I've got a friend coming to visit that I haven't seen in probably 6 years or so...we reconnected on Facebook last year and she decided she was overdue for a visit. Which is really cool and I'm excited to see her.
However, being in the contemplative mood I've been in of late, of course her visit stirs up so many things within me, as well as she is going to make me see friends of ours that I sort of snuck away from long ago, for reasons that I can't really explain.
D, like me, is single and fabulous. Our mutual friends, who she is going to drag me to lunch with over the next few days, are married, with snotty little kids and homes in the suburbs. As I haven't seen or talked to these people in several years, not only am I going to have to sit down and go through my entire 8 yr break up and Beehive breakup, I'm going to have to regale them with my dating nightmares so they can all "live vicariously" through me, their crazy, single friend. Look at Cheese! She's like our own personal Carrie Bradshaw! How quaint!

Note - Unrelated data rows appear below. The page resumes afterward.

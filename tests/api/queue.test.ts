import { afterAll, describe, expect, it } from 'vitest'
import { QueryTypes } from 'sequelize'
import { closeTestApp, signedIn } from '../helpers/api'
import { openCase } from '../helpers/cases'
import { db } from '../../server/db/sequelize'
import { hoursAgo, models } from '../helpers/rows'
import type { CaseStatus } from '../../shared/schemas/case'

afterAll(closeTestApp)

type Row = { id: string; status: string; priority: number; assignee: { id: string } | null }
const ids = (rows: { id: string }[]) => rows.map((r) => r.id)

/** Sets a case's status, score and the start of its wait directly (the queue reads only these columns). */
async function setCase(id: string, status: string, score: number, waitingHours: number | null) {
  await models().Case.update(
    { status: status as CaseStatus, score, waitingSince: waitingHours === null ? null : hoursAgo(waitingHours) },
    { where: { id } },
  )
}

/** Every page of a view, in order. */
async function everyPage(c: Awaited<ReturnType<typeof signedIn>>['c'], query: string, pageSize = 7): Promise<Row[]> {
  const rows: Row[] = []
  for (let page = 1; page < 200; page++) {
    const body = (await c.get(`/api/cases?${query}&pageSize=${pageSize}&page=${page}`).expect(200)).body
    rows.push(...body.rows)
    if (body.rows.length < pageSize) break
  }
  return rows
}

describe('GET /api/cases — the default views cover open work, what needs an answer first', () => {
  it('closed cases leave Mine, Unassigned and All, and come back with the status filter', async () => {
    const listener = await signedIn('listener')
    const advisor = await signedIn('advisor')
    const { case: open } = await openCase(listener.c, { title: 'Open: flutter between the bookshelves' })
    const { case: closedMine } = await openCase(listener.c, { title: 'Closed: the hum is gone' })
    const { case: closedFree } = await openCase(listener.c, { title: 'Closed before anyone claimed it' })
    await advisor.c.patch(`/api/cases/${open.id}`, { assigneeId: advisor.user.id }).expect(200)
    await advisor.c.patch(`/api/cases/${closedMine.id}`, { assigneeId: advisor.user.id }).expect(200)
    await advisor.c.patch(`/api/cases/${closedMine.id}`, { status: 'closed', fromStatus: 'submitted' }).expect(200)
    await advisor.c.patch(`/api/cases/${closedFree.id}`, { status: 'closed', fromStatus: 'submitted' }).expect(200)

    const mine = (await advisor.c.get('/api/cases?scope=mine').expect(200)).body
    expect(ids(mine.rows)).toEqual([open.id])
    expect(mine).toMatchObject({ total: 1, totalCapped: false })
    for (const scope of ['unassigned', 'all']) {
      const rows = await everyPage(advisor.c, `scope=${scope}`, 100)
      expect(ids(rows)).not.toContain(closedMine.id)
      expect(ids(rows)).not.toContain(closedFree.id)
      expect(rows.every((r) => r.status !== 'closed' && r.status !== 'draft')).toBe(true)
    }
    const closed = (await advisor.c.get('/api/cases?scope=mine&status=closed').expect(200)).body
    expect(ids(closed.rows)).toEqual([closedMine.id])
    const both = (await advisor.c.get('/api/cases?scope=all&status=closed,submitted&pageSize=100').expect(200)).body
    expect(ids(both.rows)).toEqual(expect.arrayContaining([open.id, closedMine.id, closedFree.id]))
  })

  it('orders by what needs an answer first, then by priority = score + hours waiting / 4, capped at four days, on every page', async () => {
    const listener = await signedIn('listener')
    const advisor = await signedIn('advisor')
    // [status, score, hours waiting for us or null]: scores and waits chosen so the cap and the groups both matter
    const plan: [string, number, number | null][] = [
      ['waiting_on_listener', 9.5, null], ['plan_sent', 8, null], ['submitted', 1, 150], ['in_review', 3, 97],
      ['submitted', 9, 2], ['in_review', 2, 60], ['submitted', 0.5, 0.5], ['in_review', 7, 95.9], ['submitted', 4, 200],
      ['waiting_on_listener', 0.2, null], ['in_review', 5, 30], ['submitted', 6, 12], ['plan_sent', 3.3, null], ['submitted', 2.5, 96],
    ]
    const made: string[] = []
    for (const [i, [status, score, hours]] of plan.entries()) {
      const { case: c } = await openCase(listener.c, { title: `Ordering case ${i}` })
      await setCase(c.id, status, score, hours)
      made.push(c.id)
    }
    const rows = (await everyPage(advisor.c, 'scope=all', 4)).filter((r) => made.includes(r.id))
    // The expected order computed here from the definition (services/triage.ts; our own rule, no outside source).
    const expected = plan
      .map(([status, score, hours], i) => ({ id: made[i], needs: status === 'submitted' || status === 'in_review', p: score + Math.min(hours ?? 0, 96) / 4 }))
      .sort((a, b) => (a.needs !== b.needs ? (a.needs ? -1 : 1) : b.p - a.p))
    expect(ids(rows)).toEqual(ids(expected))
    // capped: 150 h and 200 h both count as 96 h
    expect(rows.find((r) => r.id === made[2])!.priority).toBe(25)
    expect(rows.find((r) => r.id === made[8])!.priority).toBe(28)
    // the groups: every case that needs an answer comes before every case waiting on the listener
    const firstIdle = rows.findIndex((r) => r.status === 'waiting_on_listener' || r.status === 'plan_sent')
    expect(rows.slice(firstIdle).every((r) => r.status === 'waiting_on_listener' || r.status === 'plan_sent')).toBe(true)
  })

  it('pages without gaps or repeats and counts up to a cap ("200+")', async () => {
    const listener = await signedIn('listener')
    const advisor = await signedIn('advisor')
    const { case: seed } = await openCase(listener.c, { title: 'Paging template case' })
    // 260 more open cases in one statement (copies of the template with distinct scores and waits)
    await db().query(
      `INSERT INTO cases (listener_id, room_id, room_revision, title, description, answers, status, score, reply_token, submitted_at, waiting_since)
       SELECT listener_id, room_id, room_revision, 'Paging copy ' || i, description, answers,
              (ARRAY['submitted','in_review','waiting_on_listener','plan_sent']::case_status[])[1 + i % 4], (i * 37 % 100) / 10.0,
              md5(random()::text || i) || md5(i::text), now(), CASE WHEN i % 4 < 2 THEN now() - (i * 7 % 130) * interval '1 hour' END
         FROM cases, generate_series(1, 260) i WHERE id = $1`,
      { bind: [seed.id] },
    )
    const first = (await advisor.c.get('/api/cases?scope=all&pageSize=25').expect(200)).body
    expect(first.rows).toHaveLength(25)
    expect(first).toMatchObject({ total: 250, totalCapped: true })
    const all = await everyPage(advisor.c, 'scope=all', 25)
    const [{ n }] = await db().query<{ n: number }>(
      `SELECT count(*)::int AS n FROM cases WHERE status IN ('submitted','in_review','waiting_on_listener','plan_sent')`, { type: QueryTypes.SELECT },
    )
    expect(n).toBeGreaterThan(261)
    expect(n).toBeLessThan(325)
    // ten pages ahead of page 4 is 325 cases: the count there reaches every one, exactly
    const later = (await advisor.c.get('/api/cases?scope=all&pageSize=25&page=4').expect(200)).body
    expect(later).toMatchObject({ total: n, totalCapped: false })
    expect(all).toHaveLength(n)
    expect(new Set(ids(all)).size).toBe(n)
    // priorities never rise within a group from one page to the next
    for (let i = 1; i < all.length; i++) {
      const needs = (r: Row) => r.status === 'submitted' || r.status === 'in_review'
      if (needs(all[i]) === needs(all[i - 1])) expect(all[i].priority).toBeLessThanOrEqual(all[i - 1].priority + 0.05)
    }
    const last = (await advisor.c.get(`/api/cases?scope=all&pageSize=25&page=${Math.ceil(n / 25)}`).expect(200)).body
    expect(last).toMatchObject({ total: n, totalCapped: false })
  })
})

Except that the minute they turn their backs, they are going to snicker at my singleness. It's going to seem sad, I'm going to seem sad. My eggs are shriveling up by the second. I live alone with my cat, in Brooklyn for God's sake. How oh, so very sad.
Sometimes I agree with them. It does seem sad. But if I wanted what they have, i would have settled for the wrong guy, 20 years ago. Just like they did. And THAT, to me, is sad.
Of course, I can just tell them that I've become a lesbian since they last saw me. See how they like that.
On a sort of related note...since my life has become sort of meaningless and empty...I've been looking into some volunteer abroad programs. Not the Peace Corps or anything like that, but something that would send me away for a couple of weeks, a month. Just to get me the fuck out of here, out of this rut, out of my boring job, out of my boring mind.
Anyone out there done anything like that? I'd love to hear about it.